We should pay attention to some variables: pInode points to current directory we search in; curchar points to the next char in current part of path; u.u_dbuf[] stores string we look for; u.u_dent.m_name[] stores one directory entry’s name.
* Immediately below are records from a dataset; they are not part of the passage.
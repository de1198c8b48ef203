import { describe, expect, it } from "vitest";
import { run } from "../../src/cli/run.ts";
import points from "../golden/water-points.json";
import { testHost } from "../support/test-host.ts";

const water = async (table: string) => {
  const { host, said } = testHost({}, table);
  const status = await run(host, ["water", "-"]);
  const [head = "", ...rows] = said.out.trim().split("\n");
  const names = head.split(",");
  const cells = rows.map((row) => row.split(","));
  return { status, ...said, names, column: (name: string) => cells.map((row) => Number(row[names.indexOf(name)])) };
};

/** The reference has no conductivity for water without salt; those rows are null there. */
const expectRelative = (
  found: readonly number[],
  expected: readonly (number | null)[],
  relative: number,
  absolute = 0,
): void => {
  expected.forEach((value, i) => {
    if (value === null) return;
    expect(Math.abs(found[i]! - value), `row ${i}`).toBeLessThanOrEqual(relative * Math.abs(value) + absolute);
  });
};

describe("layerhead water against the TEOS-10 reference", () => {
  const rows = (salinity: readonly (number | null)[]) =>
    salinity.map((s, i) => [s, points.t[i], points.p[i]].join()).join("\n");

  it("agrees in every property at every point, from practical salinity", async () => {
    const { status, column } = await water(
      `practical_salinity,temperature_degC,sea_pressure_dbar\n${rows(points.SP)}\n`,
    );
    expect(status).toBe(0);
    expectRelative(column("density_kg_m3"), points.rho, 1e-12);
    expectRelative(
      column("density_kg_m3").map((rho) => 1 / rho),
      points.specvol,
      1e-12,
    );
    expectRelative(column("absolute_salinity_g_kg"), points.SR, 1e-14);
    expectRelative(column("conservative_temperature_degC"), points.CT, 1e-12, 1e-11);
    expectRelative(column("thermal_expansion_1_K"), points.alpha, 1e-11);
    expectRelative(column("haline_contraction_kg_g"), points.beta, 1e-11);
    expectRelative(column("sound_speed_m_s"), points.sound_speed, 1e-11);
    expectRelative(column("freezing_temperature_degC"), points.t_freezing, 0, 2e-3);
    expectRelative(column("density_exact_kg_m3"), points.rho_exact, 1e-9);
    expectRelative(column("sigma0_kg_m3"), points.sigma0, 0, 1e-9);
  });

  it("takes conductivity, and absolute salinity, and gives the same water", async () => {
    const byConductivity = await water(`conductivity_mS_cm,temperature_degC,sea_pressure_dbar\n${rows(points.C)}\n`);
    expectRelative(byConductivity.column("practical_salinity"), points.SP_from_C, 0, 1e-9);
    expect(points.SP_from_C.filter((salinity) => salinity !== null).length).toBeGreaterThan(330);
    const byAbsolute = await water(`absolute_salinity_g_kg,temperature_degC,sea_pressure_dbar\n${rows(points.SR)}\n`);
    expectRelative(byAbsolute.column("density_kg_m3"), points.rho, 1e-12);
  });
});

describe("layerhead water on tables as they come", () => {
  it("passes other columns through and adds only what is not there", async () => {
    const { names, out } = await water(
      "bottle,practical_salinity,temperature_degC,sea_pressure_dbar\n007,35,10,0\n=1+1,35,10,0\n",
    );
    expect(names.slice(0, 5)).toEqual([
      "bottle",
      "practical_salinity",
      "temperature_degC",
      "sea_pressure_dbar",
      "absolute_salinity_g_kg",
    ]);
    expect(out).toContain("\n007,");
    expect(out).toContain("\n'=1+1,");
  });

  it("leaves properties empty where a value is missing, and names what is no number", async () => {
    const { status, err, out } = await water(
      "practical_salinity,temperature_degC,sea_pressure_dbar\n35,,0\n35,ten,0\n",
    );
    expect(status).toBe(2);
    expect(err).toBe('-:3: temperature_degC is "ten", expected a number; this row\'s properties are left empty\n');
    expect(out.trim().split("\n")[1]).toMatch(/^35,,0,35\.16504,,/);
  });

  it.each([
    ["", "holds no table"],
    [
      "practical_salinity,temperature_degC\n35,10\n",
      "no column sea_pressure_dbar; found practical_salinity, temperature_degC",
    ],
    [
      "temperature_degC,sea_pressure_dbar\n10,0\n",
      "no column absolute_salinity_g_kg or practical_salinity or conductivity_mS_cm",
    ],
  ])("%j is bad input: %s", async (table, message) => {
    const { status, err } = await water(table);
    expect(status).toBe(2);
    expect(err).toContain(message);
  });
});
If the sub-while is break, it means part matches successfully. And go ahead:

// if this is DELETE operation
if ( FileManager::DELETE == mode && '\0' == curchar ){
    if ( this->Access(pInode, Inode::IWRITE) ){
        u.u_error = User::EACCES;
        break;	/* goto out; */
    }
    return pInode;
}

Arriving here, there is a home entry in /. So program will dive into home and continue:

short dev = pInode->i_dev;
this->m_InodeTable->IPut(pInode);
pInode = this->m_InodeTable->IGet(dev, u.u_dent.m_ino);
if ( NULL == pInode )
    return NULL;

NameI is complex, but not awesome.

Open1

Now let’s dive into Open1 and see it from the view of methods and classes:

Seek

We all know the function of Seek. Now let’s see how it make it.

int fd = u.u_arg[0];
pFile = u.u_ofiles.GetF(fd);
if ( NULL == pFile ) // no such file in memory (maybe not open)
    return;

PIPE file is not allowed to be sought:

if ( pFile->f_flag & File::FPIPE ){
    u.u_error = User::ESPIPE;
    return;
}

Unit of length will change from byte to 512 bytes if u_arg[2] > 2:

int offset = u.u_arg[1];
if ( u.u_arg[2] > 2 ){
    offset = offset << 9;
    u.u_arg[2] -= 3;
}

Code below sets the r/w offset:

switch ( u.u_arg[2] ){
    case 0:
        pFile->f_offset = offset;
        break;
    case 1:
        pFile->f_offset += offset;
        break;
    case 2:
        pFile->f_offset = pFile->f_inode->i_size + offset;
        break;
}

Read/Write/Rdwr

Read:

this->Rdwr(File::FREAD);

Write:

this->Rdwr(File::FWRITE);

So let’s see Rdwr:

pFile = u.u_ofiles.GetF(u.u_arg[0]); /* fd */
if ( NULL == pFile )
    return;
if ( (pFile->f_flag & mode) == 0 ){ // r/w mode invalid
    u.u_error = User::EACCES;
    return;
}
u.u_IOParam.m_Base = (unsigned char *)u.u_arg[1];
u.u_IOParam.m_Count = u.u_arg[2]; // r/w bytes
u.u_segflg = 0;
if(pFile->f_flag & File::FPIPE){ // pipe r/w
    if ( File::FREAD == mode )
        this->ReadP(pFile);
    else
        this->WriteP(pFile);
}
else{
    pFile->f_inode->NFlock();
    u.u_IOParam.m_Offset = pFile->f_offset; // set offset
    if ( File::FREAD == mode )
        pFile->f_inode->ReadI();
    else
        pFile->f_inode->WriteI();
    pFile->f_offset += (u.u_arg[2] - u.u_IOParam.m_Count); // update offset
    pFile->f_inode->NFrele();
}
u.u_ar0[User::EAX] = u.u_arg[2] - u.u_IOParam.m_Count;

Close

void FileManager::Close()
{
	User& u = Kernel::Instance().GetUser();
	int fd = u.u_arg[0];

	File* pFile = u.u_ofiles.GetF(fd);
	if ( NULL == pFile )
		return;
	u.u_ofiles.SetF(fd, NULL);
	this->m_OpenFileTable->CloseF(pFile);
}

Use pFile to fetch the File structure and set File* in OpenFiles to NULL then call CloseF.